In these exercises, you will
- implement lexical analysers using lex (Problem 3);
- implement parsers using lex and yacc (Problems 1, 4);
- practise using the Pumping Lemma for regular languages (Problem 2);
- build a Turing machine (Problem 5);
- learn more about Finite Automata and universality (Problems 6-7).

Solutions to Problem 5 must be implemented in the simulator tuataraMonash, which is avail- able on Moodle.

How to manage this assignment

You should start working on this assignment now, and spread the work over the time until it is due. Aim to do at least three questions before the mid-semester break. Do as much as possible before your week 10 prac class. There will not be time during the class itself to do the assignment from scratch; there will only be time to get some help and clarification.

Don't be deterred by the length of this document! Much of it is an extended tutorial to get you started with lex and yacc (pp. 2-5) and documentation for functions, written in C, that are provided for you to use (pp. 5-7); some sample outputs also take up a fair bit of space. Although lex and yacc are new to you, the questions about them only require you to modify some existing input files for them rather than write your own input files from scratch.

Instructions
Instructions are as for Assignment 1, except that some of the filenames have changed. The file to download is now asgn2.tar.gz, and unpacking it will create the directory asgn2 within your FIT2014 directory. You need to construct new lex files, using chain.l as a starting point, for Problems 1, 3 & 4, and you'll need to construct a new yacc file from chain.y for Problem 4. Your submission must include (as well as the appropriate PDF files for the exercises requiring written solutions):
- a lex file prob1.l which should be obtained by modifying a copy of chain.l
- a lex file prob3.l which should also be obtained by modifying a copy of chain.l
- a lex file prob4.l which should be obtained by modifying a copy of prob3.l
- a yacc file prob4.y which should be obtained by modifying a copy of chain.y
- a Tuatara Turing machine file prob5.tm
PDF files for the exercises requiring written solutions, namely, prob1.pdf, prob2.pdf, prob6.pdf, and prob7.pdf.
To submit your work, simply enter the command ‘make' from within the asgn2 directory, and then submit the resulting .tar.gz file to Moodle. As last time, make sure that you have tested the submission mechanism and that you understand the effect of make on your directory tree.

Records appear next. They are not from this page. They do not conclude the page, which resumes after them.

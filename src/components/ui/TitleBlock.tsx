import type { ReactNode } from 'react';
import type { Grade as GradeName } from '@/core/evidence.ts';
import { classes } from './classes.ts';
import { Grade } from './Grade.tsx';

export interface TitleRow {
  label: ReactNode;
  value: ReactNode;
  grade?: GradeName;
  /** Method and source in small print beneath the value. */
  note?: ReactNode;
}

interface Props {
  rows: readonly TitleRow[];
  /** Names the block for assistive technology and, unless hidden, above it. */
  title: string;
  showTitle?: boolean;
  className?: string;
}

/** The title block of an engineering drawing: bordered, a label column, a value column, the grade beside the value. */
export function TitleBlock({ rows, title, showTitle = false, className }: Props) {
  return (
    <section aria-label={title} className={classes('min-w-0', className)}>
      {showTitle && <h2 className="mb-2">{title}</h2>}
      <dl className="border border-ink bg-sheet">
        {rows.map((row, at) => (
          <div
            // biome-ignore lint/suspicious/noArrayIndexKey: rows are a fixed listing, labels may be nodes
            key={at}
            className="grid grid-cols-[minmax(6rem,30%)_minmax(0,1fr)] border-rule border-b last:border-b-0"
          >
            <dt className="border-rule border-r px-2.5 py-1.5 text-quiet">{row.label}</dt>
            <dd className="px-2.5 py-1.5 font-semibold [overflow-wrap:anywhere]">
              <span className="flex flex-wrap items-baseline gap-x-3">
                <span>{row.value}</span>
                {row.grade && <Grade grade={row.grade} />}
              </span>
              {row.note && <span className="block font-normal text-quiet text-tiny">{row.note}</span>}
            </dd>
          </div>
        ))}
      </dl>
    </section>
  );
}
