import fc from 'fast-check';
import { describe, expect, it } from 'vitest';
import { matrixFromRows, type SparseMatrix, syndrome } from '../../../src/core/codes/sparse-matrix.ts';
import { nearestWord } from '../../../src/core/decoders/nearest-word.ts';
import { ParamError } from '../../../src/core/errors.ts';
import { messageLength, runNearestWordShard } from '../../../src/core/simulation/nearest-word-shard.ts';
import facts from '../../reference/decoder-facts.json' with { type: 'json' };
import { developed, planarDifferenceSets } from '../../reference/difference-sets.ts';

const lines = developed(7, planarDifferenceSets[2].set);
const plane4 = developed(21, planarDifferenceSets[4].set);

/** All words of a linear code as a list of words. */
function allWords(H: SparseMatrix): SparseMatrix {
  const words: number[][] = [];
  for (let bits = 0; bits < 2 ** H.cols; bits++) {
    const word = Uint8Array.from({ length: H.cols }, (_, j) => (bits >> j) & 1);
    if (!syndrome(H, word).includes(1)) words.push(Array.from(word).flatMap((bit, j) => (bit ? [j] : [])));
  }
  return matrixFromRows(H.cols, words);
}

describe('the nearest word', () => {
  it('is the first of those at least distance (compared bit by bit)', () => {
    fc.assert(
      fc.property(fc.nat(2 ** 21 - 1), (bits) => {
        const received = Uint8Array.from({ length: 21 }, (_, j) => (bits >> j) & 1);
        const distances = Array.from({ length: 21 }, (_, i) => {
          const word = new Uint8Array(21);
          for (const j of plane4.colIndex.subarray(plane4.rowStart[i], plane4.rowStart[i + 1])) word[j] = 1;
          return word.reduce((sum, bit, j) => sum + (bit ^ received[j]!), 0);
        });
        const distance = Math.min(...distances);
        expect(nearestWord(plane4).decode(received)).toEqual({ index: distances.indexOf(distance), distance });
      }),
    );
  });

  it('of the Hamming code is the word sent for every single error and no other: the perfect decoder', () => {
    const hamming = allWords(
      matrixFromRows(7, [
        [0, 2, 4, 6],
        [1, 2, 5, 6],
        [3, 4, 5, 6],
      ]),
    );
    const { F_w, B_w } = facts.entries['E-perfect-7-1'].value;
    const failed = new Array(8).fill(0);
    const wrong = new Array(8).fill(0);
    for (let bits = 0; bits < 128; bits++) {
      const received = Uint8Array.from({ length: 7 }, (_, j) => (bits >> j) & 1);
      const weight = received.reduce((sum, bit) => sum + bit, 0);
      const { index } = nearestWord(hamming).decode(received);
      const errors = hamming.rowStart[index + 1]! - hamming.rowStart[index]!;
      failed[weight] += errors > 0 ? 1 : 0;
      wrong[weight] += errors;
    }
    expect(failed).toEqual(F_w);
    expect(wrong).toEqual(B_w);
  });
});

describe('a shard of nearest words', () => {
  const spec = { words: lines, channel: { kind: 'bsc', p: 0.1 } as const, seed: 'words', framesPerShard: 20_000 };

  it('carries ⌊log2 M⌋ bits a word', () => {
    expect([2, 3, 4, 7, 8, 21].map(messageLength)).toEqual([1, 1, 2, 2, 3, 4]);
  });

  it('meets the exact word error rate, over all patterns and messages', async () => {
    const { decode } = nearestWord(lines);
    let rate = 0;
    for (let bits = 0; bits < 128; bits++) {
      const weight = bits.toString(2).replaceAll('0', '').length;
      for (let message = 0; message < 4; message++) {
        const received = Uint8Array.from({ length: 7 }, (_, j) => (bits >> j) & 1);
        for (const j of lines.colIndex.subarray(3 * message, 3 * message + 3)) received[j]! ^= 1;
        if (decode(received).index !== message) rate += (0.1 ** weight * 0.9 ** (7 - weight)) / 4;
      }
    }
    const tally = await runNearestWordShard(spec, 0);
    expect(tally.messageBits).toBe(40_000);
    expect(Math.abs(tally.wordErrors / 20_000 - rate)).toBeLessThan(4 * Math.sqrt((rate * (1 - rate)) / 20_000));
    expect(tally.messageBitErrors).toBeGreaterThanOrEqual(tally.wordErrors * 0.5);
  });

  it('gives up words beyond the detection radius, and then errs less', async () => {
    const plain = await runNearestWordShard(spec, 0);
    const careful = await runNearestWordShard({ ...spec, detectionRadius: 0 }, 0);
    expect(careful.detected).toBeGreaterThan(0);
    expect(careful.wordErrors).toBeLessThan(plain.wordErrors);
    expect(plain.detected).toBe(0);
  });

  it('is refused with one word, no frames, or p over a half', async () => {
    await expect(runNearestWordShard({ ...spec, words: matrixFromRows(3, [[0]]) }, 0)).rejects.toThrow(ParamError);
    await expect(runNearestWordShard({ ...spec, framesPerShard: 0 }, 0)).rejects.toThrow(ParamError);
    await expect(runNearestWordShard({ ...spec, channel: { kind: 'bsc', p: 0.6 } }, 0)).rejects.toThrow(ParamError);
    expect(() => nearestWord(matrixFromRows(3, []))).toThrow(ParamError);
  });
});
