"""Nodes and weights over all panels of a profile, fine enough for modes up to a root."""

from __future__ import annotations

import math
from collections.abc import Iterator
from dataclasses import dataclass
from functools import lru_cache
from typing import NamedTuple

import numpy as np

from fbexpand.analysis.rules import MOST_NODES, Rule, composite_rule, sizes
from fbexpand.records import ReadOnlyArrays
from fbexpand.types import FloatArray, IntArray

KEPT_REACH = 4096.0  # of roots: layouts of one panel up to there are kept


class Group(NamedTuple):
    """Panels that share a rule."""

    panels: IntArray
    rule: Rule


@dataclass(frozen=True, eq=False)
class Layout(ReadOnlyArrays):
    """Radii, group after group and panel after panel, and weights of integral f phi r dr, both (m,)."""

    groups: tuple[Group, ...]
    degrees: int
    radii: FloatArray
    weights: FloatArray

    def values(self, rows: FloatArray) -> FloatArray:
        """Return piecewise polynomials of coefficients (size, P, degrees) at the radii, (size, m)."""
        size = rows.shape[0]
        if len(self.groups) == 1 and self.groups[0].panels.size == rows.shape[1]:
            return (rows @ self.groups[0].rule.evaluation(self.degrees)).reshape(size, -1)
        parts = [
            (rows[:, group.panels] @ group.rule.evaluation(self.degrees)).reshape(size, -1) for group in self.groups
        ]
        return np.concatenate(parts, axis=1)

    def blocks(self, rows: FloatArray, step: int) -> Iterator[tuple[int, FloatArray]]:
        """Yield (first radius, values) for blocks of about `step` radii, (size, radii of the block)."""
        start = 0
        for group in self.groups:
            nodes = group.rule.nodes.size
            many = max(1, step // nodes)
            for low in range(0, group.panels.size, many):
                chosen = rows[:, group.panels[low : low + many]]
                for first in range(0, nodes, step):
                    values = chosen @ group.rule.evaluation(self.degrees, first, first + step)
                    yield start + low * nodes + first, values.reshape(rows.shape[0], -1)
            start += group.panels.size * nodes

    def moments(self, modes: FloatArray) -> FloatArray:
        """Return integral T_j phi_k r dr on every panel from modes (m, count) at the radii: (P, degrees, count)."""
        count = modes.shape[1]
        total = np.empty((sum(group.panels.size for group in self.groups), self.degrees, count))
        weighted = modes * self.weights[:, None]
        start = 0
        for group in self.groups:
            nodes = group.rule.nodes.size
            stop = start + group.panels.size * nodes
            part = weighted[start:stop].reshape(group.panels.size, nodes, count)
            total[group.panels] = group.rule.evaluation(self.degrees) @ part
            start = stop
        return total


def lay_out(edges: FloatArray, degrees: int, order: float, root: float) -> Layout:
    """Return the layout for polynomials of `degrees` coefficients and modes of `order` with roots up to `root`.

    A mode of order nu varies as r^nu where its root is below nu, which takes no finer nodes than a root of nu.
    """
    reach = max(root, order)
    if edges.size == 2 and reach <= KEPT_REACH:
        return _one_panel(float(edges[1]), degrees, order % 1.0, math.ceil(reach))
    return _lay_out(edges, degrees, order % 1.0, reach)


@lru_cache(maxsize=32)
def _one_panel(radius: float, degrees: int, fraction: float, reach: int) -> Layout:
    """Return the layout of one panel: bases whose roots reach about as far share it."""
    return _lay_out(np.array([0.0, radius]), degrees, fraction, float(reach))


def _lay_out(edges: FloatArray, degrees: int, fraction: float, reach: float) -> Layout:
    low, high = edges[:-1], edges[1:]
    width = high - low
    stretches, counts = sizes(0.5 * reach * width / edges[-1], degrees, low / high, fraction)
    kinds = stretches * (2 * MOST_NODES) + counts
    if fraction:
        kinds[0] = -kinds[0]  # the panel at the axis has weights of its own
    groups, radii, weights = [], [], []
    for kind in np.unique(kinds):
        panels = np.flatnonzero(kinds == kind)
        first = int(panels[0])
        rule = composite_rule(int(stretches[first]), int(counts[first]), fraction if kind < 0 else 0.0)
        groups.append(Group(panels, rule))
        r = low[panels, None] + width[panels, None] * rule.nodes
        radii.append(r.ravel())
        weights.append((width[panels, None] * rule.weights * r).ravel())
    return Layout(tuple(groups), degrees, np.concatenate(radii), np.concatenate(weights))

INTRODUCTION: Lex, Yacc and the CHAIN language
In this part of the Assignment, you will use the lexical analyser generator lex or its variant flex, initially by itself, and then with the parser generator yacc.
Some useful references on Lex and Yacc:
- T. Niemann, Lex & Yacc Tutorial, https://epaperpress.com/lexandyacc/
- Doug Brown, John Levine, and Tony Mason, lex and yacc (2nd edn.), O'Reilly, 2012.
- the lex and yacc manpages
We will illustrate the use of these programs with a language CHAIN based on certain expressions involving strings. Then you will use lex and yacc on a language CRYPT of expressions based on cryptographic operations.

CHAIN
The language CHAIN consists of expressions of the following type. An expression consists of a number of terms, with # between each pair of consecutive terms, where each term is either a string of lower-case letters or an application of the Reverse function to such a string. Examples of such expressions include
mala # y # Reverse(mala)
block # drive # cut # pull # hook # sweep # Reverse(sweep) Reverse(side) # Reverse(direction) # Reverse(gear)
For lexical analysis, we wish to treat every lower-case alphabetical string as a lexeme for the token STRING, and the word Reverse as a lexeme for the token REVERSE.

Lex
An input file to lex is, by convention, given a name ending in .l. Such a file has three parts:
- definitions,
- rules,
- C code.
These are separated by double-percent, . Comments begin with /* and end with */. Any comments are ignored when lex is run on the file.
You will find an input file, chain.l, among the files for this Assignment. Study its structure now, identifying the three sections and noticing that various pieces of code have been commented out. Those pieces of code are not needed yet, but some will be needed later.
We focus mainly on the Rules section, in the middle of the file. It consists of a series of statements of the form
pattern { action }
where the pattern is a regular expression and the action consists of instructions, written in C, specifying what to do with text that matches the pattern.1 In our file, each pattern represents a set of possible lexemes which we wish to identify. These are:
- a string of lower-case letters;
- This is taken to be an instance of the token STRING (i.e., a lexeme for that token).

Problem 1.
(a) Construct prob1.l, as described above, so that it can be used with chain.y to build a parser for CHAIN.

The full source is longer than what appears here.